Maqsood Ahmed

Personal information
- Nickname: Max
- Nationality: Pakistani
- Born: 30 August 1957 (age 68) Karachi, Pakistan

Sport
- Turned pro: 1978
- Retired: yes
- Highest ranking: 4 (April 1980)

Medal record
Men's squash
Representing Pakistan
World Championships
| Bronze medal – third place | 1979 Toronto | Singles |
| Bronze medal – third place | 1984 Karachi | Singles |
World Amateur Championship
| Gold medal – first place | 1977 Toronto | Singles |
World Team Championships
| Gold medal – first place | 1977 Canada | Team |
| Gold medal – first place | 1981 Sweden | Team |
| Gold medal – first place | 1983 New Zealand | Team |

= Maqsood Ahmed (squash player) =

Pakistani squash player and Former World Champion

Maqsood Ahmed (born 30 August 1957) is a Pakistani former professional squash player who was the world amateur champion and twice bronze medallist in the professional world championships.

== Biography ==
Born in Karachi, he started playing squash in 1968 and turned professional in 1978. In 1977 he became the first player to win the Pakistani Amateur and Open titles in the same year. He retained a world top ten seeding for a decade.
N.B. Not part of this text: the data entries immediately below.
"""The first screen stands before anything heavy is loaded."""

from __future__ import annotations

import subprocess
import sys

import pytest

LIGHT = [
    "tui.look",
    "tui.wire",
    "tui.safe",
    "tui.slot",
    "tui.widgets.table",
    "tui.widgets.form",
    "tui.widgets.cells",
]
HEAVY = {"numpy", "scipy", "pandas", "matplotlib", "plotext", "duckdb", "statsmodels", "shapely", "PIL"}


@pytest.mark.parametrize(
    "names", [LIGHT, [*LIGHT, "tui.widgets.chart", "tui.widgets.answers"]], ids=["words", "drawings"]
)
def test_what_a_screen_loads(names: list[str]) -> None:
    words = f"import sys, {', '.join(names)}; print(*{{name.partition('.')[0] for name in sys.modules}})"
    done = subprocess.run([sys.executable, "-c", words], capture_output=True, text=True, check=True)
    allowed = set() if names is LIGHT else {"numpy"}
    assert set(done.stdout.split()) & HEAVY == allowed
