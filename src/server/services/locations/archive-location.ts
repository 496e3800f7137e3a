import type { Actor } from '../../auth/actor'
import { db } from '../../db/connection'
import { createAuditEntry } from '../../db/stores/audit-store'
import { findLockedLocation, archiveLocation as writeArchived } from '../../db/stores/location-store'
import { inTransaction } from '../../db/transaction'
import { explainingLocationRefusals } from './explain-location-refusal'
import { readLocation } from './read-location'
import { refuseKeptLocation } from './refuse-kept-location'

/** Archives a location that holds nothing; done again, it changes nothing. */
export async function archiveLocation(actor: Actor, id: string): Promise<void> {
  await explainingLocationRefusals(undefined, () =>
    inTransaction(db(), async (trx) => {
      const location = refuseKeptLocation(await findLockedLocation(trx, id))
      if (location.isArchived) return
      const before = await readLocation(trx, id)
      await writeArchived(trx, id)
      await createAuditEntry(trx, {
        actorId: actor.id,
        action: 'location-archived',
        entity: 'location',
        entityId: id,
        before,
        after: await readLocation(trx, id),
      })
    }),
  )
}
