import { afterAll, beforeAll, expect, it } from 'vitest'
import { createTestDatabase, type TestDatabase } from '../support/database'

let database: TestDatabase

beforeAll(async () => {
  database = await createTestDatabase()
  Object.assign(process.env, {
    DATABASE_URL: database.url,
    DATA_DIR: '/nowhere',
    SESSION_SECRET: 'a secret for tests that is long enough',
    LOG_LEVEL: 'silent',
  })
})
afterAll(() => database.drop())

it('web servers and workers that come up at once over a new database all get their queue', async () => {
  const { startBoss } = await import('@/server/jobs/queue')
  const { closeDb } = await import('@/server/db/connection')
  for (let round = 0; round < 5; round += 1) {
    await database.db.raw('drop schema if exists pgboss cascade')
    const bosses = await Promise.all(Array.from({ length: 4 }, () => startBoss({ supervise: false })))
    const queues = await bosses[0]?.getQueues()
    expect(queues?.map(({ name }) => name).sort()).toEqual(['check-import', 'commit-import'])
    await Promise.all(bosses.map((boss) => boss.stop({ graceful: false })))
  }
  await closeDb()
})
Also in 1977 he won the World Amateur Squash Championship held in Toronto, defeating his brother Mohamed Saleem in the final.

He was twice a bronze medallist at the World Squash Championships in 1979 and 1984.

Ahmed was a three-time a world team champion with the Pakistan men's national squash team, winning the 1977 Men's World Team Squash Championships in Canada, the 1981 Men's World Team Squash Championships in Sweden and the 1983 Men's World Team Squash Championships in New Zealand.